Offering Statement Matters Sample Clauses

Offering Statement Matters. The Company will advise the Underwriter promptly after it receives notice thereof of the time when any amendment to the Offering Statement has been filed or becomes effective and will furnish the Underwriter with copies thereof. The Company will file promptly any reports and filings required to be filed by the Company with the Commission pursuant to the rules and regulations of the Commission subsequent to the date of the Offering Statement and for so long as the delivery of an Offering Statement is required in connection with the Offering. The Company will advise the Underwriter, promptly after it receives notice thereof (i) of any request by the Commission to amend the Offering Statement or for additional information, and (ii) of the issuance by the Commission of any stop order suspending the qualification of the Offering Statement or any post-qualification amendment thereto, of the suspension of the qualification of the Securities for offering or sale in any jurisdiction, of the institution or threatened institution of any Proceeding for any such purpose, or of any request by the Commission for the amending or supplementing of the Offering Statement or for additional information. The Company shall use its best efforts to prevent the issuance of any such stop order or prevention or suspension of such use. If the Commission shall enter any such stop order or order or notice of prevention or suspension at any time, the Company will use its best efforts to obtain the lifting of such order at the earliest possible moment, or will file a new Offering Statement and use its best efforts to have such new Offering Statement declared effective as soon as practicable.
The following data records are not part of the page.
/** fast-check generators shared by the ponding and runoff property tests. */
import fc from 'fast-check';
import { Grid } from '../../src/surface/grid.js';
import { randomGrid } from './helpers.js';

/**
 * Random small DEMs (ties, plateaus, nodata), not flat, with a connectivity and whether nodata
 * cells are outlets: about half on a geographic grid (per-row areas), half on a projected one
 * with 2 m × 3 m cells.
 */
export const gridArb = fc
  .record({
    w: fc.integer({ min: 3, max: 12 }),
    h: fc.integer({ min: 3, max: 12 }),
    levels: fc.constantFrom(0, 2, 3, 5, 9),
    holeRate: fc.constantFrom(0, 0, 0.08, 0.25),
    seed: fc.integer(),
    conn: fc.constantFrom<4 | 6 | 8>(4, 6, 8),
    outlet: fc.boolean(),
    geo: fc.boolean(),
  })
  .map(({ w, h, levels, holeRate, seed, conn, outlet, geo }) => {
    const g0 = randomGrid(seed, w, h, levels, holeRate);
    const g = geo
      ? new Grid({ width: w, height: h, values: g0.values, transform: [10, 0.5, 0, 60, 0, -0.5], crs: { epsg: 4326, geographic: true, linearUnit: 'degree' } })
      : new Grid({ width: w, height: h, values: g0.values, transform: [0, 2, 0, 0, 0, -3], crs: { epsg: 32633, geographic: false, linearUnit: 'metre' } });
    return { g, conn, outlet };
  })
  .filter(({ g }) => {
    let lo = Infinity, hi = -Infinity;
    for (const z of g.values) if (z === z) { lo = Math.min(lo, z); hi = Math.max(hi, z); }
    return hi > lo;
  });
Offering Statement Matters. The Company will advise the Representative promptly after it receives notice thereof of the time when any amendment to the Offering Statement has been filed or becomes qualified or any amendment to the Offering Statement and any Circular Supplement have been filed and will furnish the Managers with copies thereof. The Company will file promptly all reports and any definitive proxy or information statements required to be filed by the Company with the Commission pursuant to Section 13(a), 14 or 15(d) of the Exchange Act subsequent to the date of any Circular Supplement and for so long as the delivery of an Offering Circular is required in connection with the Offering. The Company will advise the Representative, promptly after it receives notice thereof (i) of any request by the Commission to amend the Offering Statement or to amend any Circular Supplement or for additional information, and (ii) of the issuance by the Commission of any stop order suspending the qualification of the Offering Statement or any post-qualification amendment thereto or any order preventing or suspending the use of the Offering Statement or any amendment or supplement thereto or any post-qualification amendment to the Offering Statement, of the suspension of the qualification of the Shares for offering or sale in any jurisdiction, of the institution or threatened institution of any proceeding for any such purpose, or of any request by the Commission for the amending or supplementing of the Offering Statement or any Circular Supplement or for additional information. The Company shall use its best efforts to prevent the issuance of any such stop order or prevention or suspension of such use. If the Commission shall enter any such stop order or order or notice of prevention or suspension at any time, the Company will use its best efforts to obtain the lifting of such order at the earliest possible moment, or will file a new Offering Statement and use its best efforts to have such new Offering Statement declared qualified as soon as practicable.
Offering Statement Matters i. The Company has filed with the Commission an offering statement on Form 1-A (File No. 024-10697) including a related Offering Circular, relating to the Shares under Regulation A of the Securities Act, and the rules and regulations thereunder (the “Securities Act Regulations”). The offering statement has been qualified under the Securities Act by the Commission. The “Offering Statement,” as of any time, means such offering statement as amended by any post-qualification amendments thereto, including the exhibits and any schedules thereto at such time. “Preliminary Offering Circular” means any preliminary offering circular relating to the Shares included in the Offering Statement. “Final Offering Circular” means the final offering circular relating to the public offering of the Shares as filed with the Commission pursuant to Regulation A of the Securities Act Regulations.